— REQUIRED ACTION —
Find the lines below in which the string "that" occurs. Copy each one.

— THE INPUT —
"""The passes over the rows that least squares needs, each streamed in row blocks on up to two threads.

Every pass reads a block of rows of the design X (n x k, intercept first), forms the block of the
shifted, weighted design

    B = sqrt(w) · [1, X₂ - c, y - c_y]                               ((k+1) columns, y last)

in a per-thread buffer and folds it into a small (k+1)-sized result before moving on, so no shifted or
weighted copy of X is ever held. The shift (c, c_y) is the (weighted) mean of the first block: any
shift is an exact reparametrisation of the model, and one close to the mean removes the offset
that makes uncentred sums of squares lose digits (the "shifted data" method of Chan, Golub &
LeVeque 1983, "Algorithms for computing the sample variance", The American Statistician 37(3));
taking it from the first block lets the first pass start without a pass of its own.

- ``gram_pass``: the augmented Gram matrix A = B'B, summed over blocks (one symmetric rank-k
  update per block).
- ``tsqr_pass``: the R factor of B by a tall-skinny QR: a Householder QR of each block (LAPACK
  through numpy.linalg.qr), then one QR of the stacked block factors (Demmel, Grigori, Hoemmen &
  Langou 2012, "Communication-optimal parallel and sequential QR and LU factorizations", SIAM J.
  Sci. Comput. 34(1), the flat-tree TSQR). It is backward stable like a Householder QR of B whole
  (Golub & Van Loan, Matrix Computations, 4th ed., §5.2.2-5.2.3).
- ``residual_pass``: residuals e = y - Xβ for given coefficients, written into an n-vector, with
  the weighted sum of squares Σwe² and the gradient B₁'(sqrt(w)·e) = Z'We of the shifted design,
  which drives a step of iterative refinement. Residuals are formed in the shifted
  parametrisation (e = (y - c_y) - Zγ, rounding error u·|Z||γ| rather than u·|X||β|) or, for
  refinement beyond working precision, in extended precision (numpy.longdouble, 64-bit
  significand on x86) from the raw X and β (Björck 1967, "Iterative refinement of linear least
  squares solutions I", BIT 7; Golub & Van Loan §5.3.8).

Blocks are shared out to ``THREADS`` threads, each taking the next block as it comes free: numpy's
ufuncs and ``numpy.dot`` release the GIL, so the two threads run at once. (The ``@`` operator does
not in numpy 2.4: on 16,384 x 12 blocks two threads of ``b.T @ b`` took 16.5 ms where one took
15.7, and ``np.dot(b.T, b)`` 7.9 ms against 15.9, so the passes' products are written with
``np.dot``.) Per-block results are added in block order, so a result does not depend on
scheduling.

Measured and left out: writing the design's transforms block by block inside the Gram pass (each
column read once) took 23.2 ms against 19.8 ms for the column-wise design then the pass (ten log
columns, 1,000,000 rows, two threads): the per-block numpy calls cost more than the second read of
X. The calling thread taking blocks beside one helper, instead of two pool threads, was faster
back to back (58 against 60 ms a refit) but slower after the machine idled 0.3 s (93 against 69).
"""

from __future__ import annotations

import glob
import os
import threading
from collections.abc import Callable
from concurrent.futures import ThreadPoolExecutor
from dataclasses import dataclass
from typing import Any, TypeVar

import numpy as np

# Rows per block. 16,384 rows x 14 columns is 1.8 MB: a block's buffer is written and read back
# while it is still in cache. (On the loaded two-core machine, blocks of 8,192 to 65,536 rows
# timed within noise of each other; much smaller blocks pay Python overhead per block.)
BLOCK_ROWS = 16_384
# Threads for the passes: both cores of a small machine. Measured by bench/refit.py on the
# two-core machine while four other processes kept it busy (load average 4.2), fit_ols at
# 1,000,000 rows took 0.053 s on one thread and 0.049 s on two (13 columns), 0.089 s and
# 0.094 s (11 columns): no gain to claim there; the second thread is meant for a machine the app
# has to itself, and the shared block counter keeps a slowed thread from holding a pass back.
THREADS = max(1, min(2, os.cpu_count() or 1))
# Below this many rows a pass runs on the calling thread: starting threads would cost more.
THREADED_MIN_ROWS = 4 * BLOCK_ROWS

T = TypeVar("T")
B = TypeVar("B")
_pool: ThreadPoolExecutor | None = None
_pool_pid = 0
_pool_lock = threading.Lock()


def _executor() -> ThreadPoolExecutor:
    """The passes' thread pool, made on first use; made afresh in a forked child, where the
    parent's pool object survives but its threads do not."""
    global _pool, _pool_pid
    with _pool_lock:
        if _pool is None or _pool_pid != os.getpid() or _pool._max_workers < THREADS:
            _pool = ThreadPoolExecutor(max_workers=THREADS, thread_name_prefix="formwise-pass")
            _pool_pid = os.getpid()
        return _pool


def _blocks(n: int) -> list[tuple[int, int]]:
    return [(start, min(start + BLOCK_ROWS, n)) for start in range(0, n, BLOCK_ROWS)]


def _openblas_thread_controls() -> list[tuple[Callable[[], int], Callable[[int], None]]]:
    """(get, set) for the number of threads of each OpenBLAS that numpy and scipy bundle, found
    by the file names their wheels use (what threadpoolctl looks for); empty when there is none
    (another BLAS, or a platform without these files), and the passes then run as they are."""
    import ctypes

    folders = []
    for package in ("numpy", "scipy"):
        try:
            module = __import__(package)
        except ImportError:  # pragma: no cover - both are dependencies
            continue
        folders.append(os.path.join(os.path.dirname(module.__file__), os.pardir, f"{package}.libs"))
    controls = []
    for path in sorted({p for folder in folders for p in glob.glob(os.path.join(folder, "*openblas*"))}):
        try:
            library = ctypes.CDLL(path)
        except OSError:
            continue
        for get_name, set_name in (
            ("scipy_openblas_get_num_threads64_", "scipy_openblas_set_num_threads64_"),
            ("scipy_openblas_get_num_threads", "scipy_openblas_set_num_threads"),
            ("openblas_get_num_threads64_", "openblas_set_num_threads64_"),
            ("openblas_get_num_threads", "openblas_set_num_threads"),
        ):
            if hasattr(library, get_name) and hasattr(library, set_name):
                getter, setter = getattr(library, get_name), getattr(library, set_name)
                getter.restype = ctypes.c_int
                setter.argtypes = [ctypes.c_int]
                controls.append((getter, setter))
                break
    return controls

— TASK ANSWER —
"""The passes over the rows that least squares needs, each streamed in row blocks on up to two threads.
that makes uncentred sums of squares lose digits (the "shifted data" method of Chan, Golub &
    """(get, set) for the number of threads of each OpenBLAS that numpy and scipy bundle, found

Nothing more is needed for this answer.